Ia juga meminta aparat menelusuri dokumen pengadaan, mulai dari proses pemilihan penyedia hingga pelaksanaan kontrak, apabila ditemukan indikasi pelanggaran terhadap ketentuan pengadaan barang dan jasa pemerintah.
Menurutnya, langkah tersebut penting untuk menjaga transparansi penggunaan anggaran negara sekaligus menghilangkan persepsi publik mengenai penegakan hukum yang tidak adil.
Sabar mengungkapkan, pada tahun-tahun sebelumnya sejumlah proyek di lingkungan Dinas PUPR Provinsi Jambi dan Kabupaten Bungo sempat menjadi perhatian publik setelah ditemukan berbagai persoalan saat pengawasan oleh Komisi IV DPRD Provinsi Jambi. Oleh karena itu, ia berharap pengawasan terhadap proyek-proyek pemerintah terus diperkuat.

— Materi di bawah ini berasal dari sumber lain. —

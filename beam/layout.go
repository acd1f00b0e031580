package beam

import "soffit.example/units"

// Layout is a set of bars and stirrups, as a drawing would carry it. It is
// plain data: what Design returns can be kept, edited and given to CheckLayout.
type Layout struct {
	Longitudinal []Row
	Transverse   []Zone
}

// Row is a group of like bars in one layer of one face.
type Row struct {
	Mark  string
	Bar   string // size name in the brief's catalog
	Count int    // of side bars: on each side face
	Face  Face
	Layer int // 1 is nearest the face; of side bars zero
	// Spacing is the vertical distance between side bars, counted up from the
	// highest layer at the bottom with more than one bar; zero for other faces.
	Spacing units.Length
	// InCompression says that the bars are relied on as compression steel, so
	// that the code's tie rules apply to them; bars that only hold stirrups
	// are not. It goes for the whole face: one row that says so is enough.
	InCompression bool
	From, To      units.Length // along the whole beam; both zero: full length
	Start, End    string       // how each end stops; "straight" in this version
}

// Zone is a run of like stirrups. The first stands half a spacing inside the
// zone.
type Zone struct {
	Mark     string
	Span     int // 1-based; zero with demands given directly
	Bar      string
	Legs     int
	Spacing  units.Length
	Count    int          // zero with demands given directly
	From, To units.Length // along the span, from its left support's centre
	Form     string       // "closed" or "open"
}
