package beam

import (
	"slices"

	"soffit.example/units"
)

// Section is the beam's concrete outline. Width is that of the web: the
// upright strip between the sides of the form in which the stirrups stand,
// over the whole depth. Of a rectangle it is the overall width.
//
// A polygon is given by its Outline alone; Width and Depth follow from it, the
// strip being the widest that the outline holds from top to bottom.
type Section struct {
	Shape Shape
	Width units.Length
	Depth units.Length // overall

	// Flange of a tee or an ell, at the top; ledges of an inverted tee, at the
	// bottom.
	FlangeThickness units.Length
	// FlangeWidth is the flange's overall width, web included, as far as it
	// works with the web: by default half of the rest on each side, of an ell
	// all of it on the right. Zero with a Slab, from which the code finds it.
	FlangeWidth units.Length
	Slab        Slab
	// OverhangLeft and OverhangRight are the flange beside the web, as
	// resolved; what a brief says of them is not read.
	OverhangLeft, OverhangRight units.Length

	Isolated bool // a tee of its own, whose flange only gives it compression area
	Joist    bool // a rib of a one-way joist floor

	Outline []Point   // of a polygon: its corners in order, either way round
	Voids   [][]Point // hollows inside the outline
}

// Slab is the floor that a tee or an ell is cast with: the clear distance to
// the next web on each side. Zero on one side: no slab there, as at the edge
// of a floor.
type Slab struct{ ClearLeft, ClearRight units.Length }

// IsZero reports whether no slab is given.
func (s Slab) IsZero() bool { return s == Slab{} }

// Point is a corner of an outline: X to the right and Y upward from any origin
// that the outline keeps to.
type Point struct{ X, Y units.Length }

// Flange is the face of the section at which its flange or its ledges lie;
// zero where it has none.
func (s *Section) Flange() Face {
	switch s.Shape {
	case Tee, Ell:
		return Top
	case InvertedTee:
		return Bottom
	}
	return 0
}

// Overhangs are the widths of the flange on each side of the web; zero without
// a flange at the face.
func (s *Section) Overhangs(f Face) (left, right units.Length) {
	if f == 0 || f != s.Flange() {
		return left, right
	}
	return s.OverhangLeft, s.OverhangRight
}

// spread fills the overhangs of a flange whose width is given.
func (s *Section) spread() {
	rest := s.FlangeWidth.Sub(s.Width)
	if s.Flange() == 0 || s.FlangeWidth.IsZero() || !s.Slab.IsZero() {
		return
	}
	s.OverhangLeft, s.OverhangRight = rest.Scale(0.5), rest.Scale(0.5)
	if s.Shape == Ell {
		s.OverhangLeft, s.OverhangRight = units.Length{}, rest
	}
}

// clone copies a section's own slices.
func (s Section) clone() Section {
	s.Outline = slices.Clone(s.Outline)
	voids := make([][]Point, len(s.Voids))
	for i, v := range s.Voids {
		voids[i] = slices.Clone(v)
	}
	if s.Voids != nil {
		s.Voids = voids
	}
	return s
}

// bare is a resolved section as a query gives it.
func (s Section) bare() Section {
	if s.Shape == Polygon {
		s.Width, s.Depth = units.Length{}, units.Length{}
	}
	s.Slab = Slab{}
	return s
}

// MeasureSection measures a section that is given by itself, without a beam, and
// reports its faults, with values in the units of a system. It fills the
// overhangs of a flange, and the width and depth of a polygon.
func MeasureSection(system units.System, s *Section) (Geometry, []Fault) {
	f := newFaults(system)
	if s.check(&f, false); len(f.list) > 0 {
		return Geometry{}, f.list
	}
	return GeometryOf(s)
}

// check reports the faults of a section that no code is needed to see. Those of
// a polygon's corners are seen to when it is measured.
func (s *Section) check(f *faults, member bool) {
	within := func(field, what string, v units.Length) bool {
		return f.within("/section/"+field, what, v.Amount(), f.leastSide.Amount(), f.mostSide.Amount())
	}
	absent := func(field string, given bool, of string) {
		if given {
			f.add("/section/"+field, "", "%s is no part of %s", field, of)
		}
	}
	f.word("/section/shape", "shape", s.Shape.String(), false, shapeWords)
	a := "a " + s.Shape.String() + " section"
	absent("outline", s.Shape != Polygon && len(s.Outline) > 0, a)
	absent("voids", s.Shape != Polygon && len(s.Voids) > 0, a)
	flanged := s.Flange() != 0
	absent("flange_thickness", !flanged && !s.FlangeThickness.IsZero(), a)
	absent("flange_width", !flanged && !s.FlangeWidth.IsZero(), a)
	absent("slab", s.Flange() != Top && !s.Slab.IsZero(), a)
	absent("isolated", s.Shape != Tee && s.Isolated, a)
	absent("joist", s.Flange() != Top && s.Joist, a)
	if s.Shape == 0 {
		return
	}
	if s.Shape == Polygon {
		absent("width", !s.Width.IsZero(), "a polygon, whose outline says it")
		absent("depth", !s.Depth.IsZero(), "a polygon, whose outline says it")
		return
	}
	field := "width"
	if flanged {
		field = "web_width"
	}
	sound := within(field, "width", s.Width)
	deep := within("depth", "depth", s.Depth)
	if !flanged {
		return
	}
	if within("flange_thickness", "flange thickness", s.FlangeThickness) && deep && !s.FlangeThickness.Add(f.leastWeb).AtMost(s.Depth) {
		f.add("/section/flange_thickness", "less than the depth by "+f.system.Format(f.leastWeb.Amount()), "flange thickness is %s", f.system.Format(s.FlangeThickness.Amount()))
	}
	switch {
	case !s.FlangeWidth.IsZero() && !s.Slab.IsZero() && s.OverhangLeft.Add(s.OverhangRight).IsZero():
		f.add("/section/slab", "", "a flange has either a width or a slab, not both")
	case !s.FlangeWidth.IsZero() && s.Slab.IsZero():
		if within("flange_width", "flange width", s.FlangeWidth) && sound && !s.Width.AtMost(s.FlangeWidth) {
			f.add("/section/flange_width", "no less than the web, "+f.system.Format(s.Width.Amount()), "flange width is %s", f.system.Format(s.FlangeWidth.Amount()))
		}
	case s.Slab.IsZero():
		f.add("/section/flange_width", f.system.Format(f.leastSide.Amount())+" to "+f.system.Format(f.mostSide.Amount()), "neither the width of the flange nor the slab is given")
	case s.Isolated:
		f.add("/section/isolated", "", "a tee of its own has a flange width, and a slab is given")
	default:
		s.Slab.check(f, s.Shape, member)
	}
}

// check reports the faults of a slab.
func (s Slab) check(f *faults, shape Shape, member bool) {
	sides := [2]units.Length{s.ClearLeft, s.ClearRight}
	for i, name := range [2]string{"clear_left", "clear_right"} {
		f.within("/section/slab/"+name, "clear distance to the next web", sides[i].Amount(), units.Length{}.Amount(), f.mostSpan.Amount())
	}
	switch one := s.ClearLeft.IsZero() != s.ClearRight.IsZero(); {
	case shape == Tee && one:
		f.add("/section/slab", "a slab on both sides, or an ell", "a tee has a slab on one side only")
	case shape == Ell && !one:
		f.add("/section/slab", "a slab on one side, or a tee", "an ell has a slab on both sides")
	}
	if !member {
		f.add("/section/slab", "a flange_width", "the width that works with the web follows from the clear span, and demands have none")
	}
}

Pengadaan barang dan jasa pemerintah sendiri diatur melalui Peraturan Presiden Nomor 16 Tahun 2018 sebagaimana telah diubah dengan Peraturan Presiden Nomor 12 Tahun 2021. Dalam regulasi tersebut ditegaskan bahwa proses pengadaan harus dilaksanakan secara efisien, efektif, transparan, terbuka, bersaing, adil, dan akuntabel.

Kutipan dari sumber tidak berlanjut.